Without confidence in their own decisions, they are more than likely going to be easily swayed by the people around them. This makes the peer pressure to drink underage even worse.

If they have developed a sense of co-dependency with their parent, a teen may also question if they should turn down alcohol while underage at all. Seeing their parent drink may encourage them to feel that they also have the right to drink.

Additionally, if for some reason that co-dependent relationship becomes strained or goes away, the teen may turn to alcohol to try to numb their emotions. This can be extremely dangerous. A teen using alcohol to try and escape stress can enter a vicious cycle that may lead to addiction.

Lack of boundaries

When a parent uses egalitarian parenting, they become equal to their child or teen. This makes it difficult for the parent to create any boundaries.

While boundaries may not always be fun to establish, they do help to keep teens safe and they can also help them feel safe. By knowing a rule, a teen knows that their parents care and worry for their safety.

And if they know what will happen to them if they break a rule, they might think twice about doing something dangerous.

Whether it’s because the parent questions their own authority, or because it’s uncomfortable, leaving boundaries out of a home can be dangerous.

In research conducted by the Wake Forest School of Medicine, teens who lived in homes with clear rules on underage drinking were 30% less likely to attend a party with alcohol.

Within this same group of teens, the 60% of participants who did attend a party with alcohol were 38% less likely to drink.

Each of these students made a choice based on the boundaries set by parents. By choosing not to drink, they saved themselves from dangerous potential consequences.

All thanks to having clearly defined rules for underage drinking from their parents.

By having boundaries on drinking, teens can know for sure what is and isn’t good for them.

These rules can also give them an automatic response with peer pressure. If they’re offered alcohol underage, they can refuse it and use their parents as an excuse.

Life without Coping Skills

An egalitarian style of parenting can also prevent a teen from developing coping skills. These skills are what we fall back on as adults that help us get through our stressful situations.

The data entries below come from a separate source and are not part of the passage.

def test_to_arrow_types_categories_as_dictionaries_and_processes_as_booleans():
    r = acidbase.interpret_many(BASE)
    t = r.to_arrow()
    assert t.num_rows == 2
    assert pa.types.is_dictionary(t.schema.field("status").type)
    assert pa.types.is_dictionary(t.schema.field("sample_type").type)
    assert t.schema.field("has_resp_acid").type == pa.bool_()
    assert t.schema.field("anion_gap").type == pa.float64()
    # row 2 (pH 7.21, pCO2 60, HCO3 23) is a respiratory acidosis: the boolean says so
    assert t.column("has_resp_acid").to_pylist()[1] is True
    assert t.column("anion_gap").to_pylist()[0] == pytest.approx(140 - 104 - 24)


def test_to_pandas_gives_categoricals():
    pytest.importorskip("pandas")
    df = acidbase.interpret_many(BASE).to_pandas()
    assert str(df["status"].dtype) == "category" and len(df) == 2


# ---------------------------------------------------------------- check_table

def test_check_table_checks_one_arrow_batch_as_the_batch_command_does(tmp_path):
    table = pa.table({"ph": ["7.40", "7.21 L"], "pco2": ["40", "60"], "hco3": ["24", "23"],
                      "na": ["140", "140"], "cl": ["104", "104"], "ward": ["A", "B"]})
    out = check_table(table)
    assert out.column("row").to_pylist() == [1, 2]
    assert out.column("ward").to_pylist() == ["A", "B"]
    assert out.column("lab_flags").to_pylist() == ["", "ph L"]
    path = tmp_path / "in.csv"
    path.write_text("ph,pco2,hco3,na,cl,ward\n7.40,40,24,140,104,A\n7.21 L,60,23,140,104,B\n")
    res = tmp_path / "out.jsonl"
    with redirect_stderr(io.StringIO()):
        assert cli.main(["batch", str(path), "-o", str(res), "--quiet", "--findings", "all"]) == 0
    rows = [json.loads(x) for x in res.read_text().splitlines()]
    for name in ("status", "reason", "finding_codes", "disorders", "anion_gap"):
        assert [r[name] for r in rows] == out.column(name).to_pylist(), name


# ---------------------------------------------------------------- LOINC with specimen

def _read(headers: list[str], *rows: list[str]):
    table = pa.table({h: pa.array([r[i] for r in rows], pa.string())
                      for i, h in enumerate(headers)})
    layout = map_headers(table.schema.names)
    cols, problems = panel_columns(table, layout)
    return acidbase.interpret_many(cols, row_problems=problems), layout


def test_venous_codes_set_the_venous_sample_type():
    """research/loinc.md 1.3: pH 7.36 / pCO2 46 under venous codes once read arterial."""
    r, _ = _read(["2746-6", "2021-4", "14627-4", "39791-9", "2075-0"],
                 ["7.36", "46", "25", "140", "104"])
    assert r[0].sample_type == "venous"
    assert r[0].disorders == () and "T-SAMPLE-VENOUS" in r[0].codes()


@pytest.mark.parametrize(("codes", "word"), [
    (["2745-8", "2020-6"], "capillary"),     # pH and pCO2 of capillary blood
    (["2744-1", "2019-8"], "arterial"),
    (["19213-8", "19212-0"], "venous"),      # mixed venous: read with venous intervals
    (["11558-4", "11557-6"], "unknown"),     # blood, specimen not stated
])
def test_each_specimen_sets_its_sample_type(codes, word):
    r, _ = _read([*codes, "1959-6", "2951-2", "2075-0"], ["7.40", "40", "24", "140", "104"])
    assert r[0].sample_type == word


def test_capillary_po2_is_read():
    r, layout = _read(["ph", "pco2", "hco3", "na", "cl", "2704-5"],
                      ["7.40", "40", "24", "140", "104", "60"])
    assert layout.field_of["2704-5"] == "po2" and r[0].inputs["po2"]["value"] == 60


def test_a_sample_type_that_contradicts_the_code_refuses_the_row():
    r, _ = _read(["sample_type", "2746-6", "2021-4", "hco3", "na", "cl"],
                 ["arterial", "7.36", "46", "25", "140", "104"],
                 ["", "7.36", "46", "25", "140", "104"],
                 ["Venous", "7.36", "46", "25", "140", "104"])
    assert r.refused.tolist() == [True, False, False]
    assert r[0].problems[0].kind == "specimen_conflict"
    assert r[1].sample_type == "venous"


def test_one_column_per_specimen_is_read_row_by_row():
    r, _ = _read(["2744-1", "2746-6", "2019-8", "2021-4", "hco3", "na", "cl"],
                 ["7.40", "", "40", "", "24", "140", "104"],
                 ["", "7.36", "", "46", "25", "140", "104"],
                 ["7.40", "7.36", "40", "", "24", "140", "104"])
    assert [it.sample_type for it in r][:2] == ["arterial", "venous"]
    assert r[1].inputs["ph"]["value"] == 7.36
    assert r.refused.tolist() == [False, False, True]


def test_total_co2_sets_the_chemistry_source():
    r, _ = _read(["ph", "pco2", "2028-9", "na", "cl"], ["7.40", "40", "24", "140", "104"])
    assert r[0].hco3_source == "chemistry"


def test_fio2_and_albumin_codes_take_loinc_units():
    layout = map_headers(["ph", "pco2", "hco3", "na", "cl", "3150-0", "1751-7"])
    assert layout.units["fio2"] == "%" and layout.units["albumin"] == "g/dL"


def test_temperature_adjusted_and_standard_values_are_never_read():
    layout = map_headers(["ph", "pco2", "hco3", "na", "cl", "33254-4", "19230-2"])
    assert "33254-4" not in layout.field_of and "19230-2" not in layout.field_of
    assert any("33254-4" in n and "temperature" in n for n in layout.notes)


@pytest.mark.parametrize(("field", "meq", "mmol"), [
    ("ica", 2.4, 1.2), ("mg", 1.6, 0.8), ("na", 140.0, 140.0), ("k", 4.0, 4.0)])
def test_milliequivalents_convert_by_the_ion_charge(field, meq, mmol):
    cols = {k: [v[0]] for k, v in BASE.items()} | {field: [meq]}
    r = acidbase.interpret_many(cols, units={field: "mEq/L"})
    assert r[0].inputs[field]["value"] == pytest.approx(mmol)


def test_phosphate_takes_no_milliequivalents():
    with pytest.raises(UnitError):
        acidbase.interpret_many({**BASE, "phosphate": [1.0, 1.0]}, units={"phosphate": "mEq/L"})


# ---------------------------------------------------------------- odd files (issue 11)

def _batch(tmp_path, path):
    out = tmp_path / "out.jsonl"
    err = io.StringIO()
    with redirect_stderr(err):
        rc = cli.main(["batch", str(path), "-o", str(out), "--quiet"])
    rows = [json.loads(x) for x in out.read_text().splitlines()] if rc == 0 else []
    return rc, rows, err.getvalue()


LINE = "7.40,40,24,140,104"


def test_a_repeated_header_is_renamed_and_reported(tmp_path):
    path = tmp_path / "dup.csv"
    path.write_text(f"n,n,ph,pco2,hco3,na,cl\n1,2,{LINE}\n")
    rc, rows, err = _batch(tmp_path, path)
    assert rc == 0 and rows[0]["n"] == "1" and rows[0]["n (2)"] == "2"
    assert "'n' -> 'n (2)'" in err and "Traceback" not in err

Healthy coping skills include things like physical activity, reading and deep breathing. As parents, it can be easy to want to make everything easy for your child. But egalitarian parents will sometimes take this to an extreme.

These parents will do everything they possibly can to make life for their teen as easy and comfortable as possible.

This can be detrimental when teens aren’t able to learn how to cope with difficult life situations in a healthy way. Instead, by having situations fixed for them, they run the risk of turning to harmful coping mechanisms later in life.

This can lead teens to grow up and turn to alcohol when they encounter stress as adults. While at first this solution may help them feel like they’re relaxing, it’s greatly hurting their ability to function.

Inside their bodies, the alcohol is slowing down the brain and making the decision-making process harder. If they continue to use alcohol to relieve stress, they may notice that they develop a tolerance to a certain amount. This can lead to a need to drink more and more to get that relaxed feeling. This can result in alcohol dependency.

Set Your Teens Up for Success

While choosing to be a friend to your child may seem fun and makes things simple at home, doing so has lasting damage.

A teen may grow up without some of the fundamental things that they need to be the best adult they can be.

The most important thing that you can do for your teenager as they grow up is to be their parent. Set boundaries, have conversations with them and be invested in their life.

And don’t be afraid to talk through the difficult parts of growing up. While it may not seem like they’re always listening, your voice is one of the most important ones that they hear.

So choose to be a parent. Believe me, your teen will thank you one day.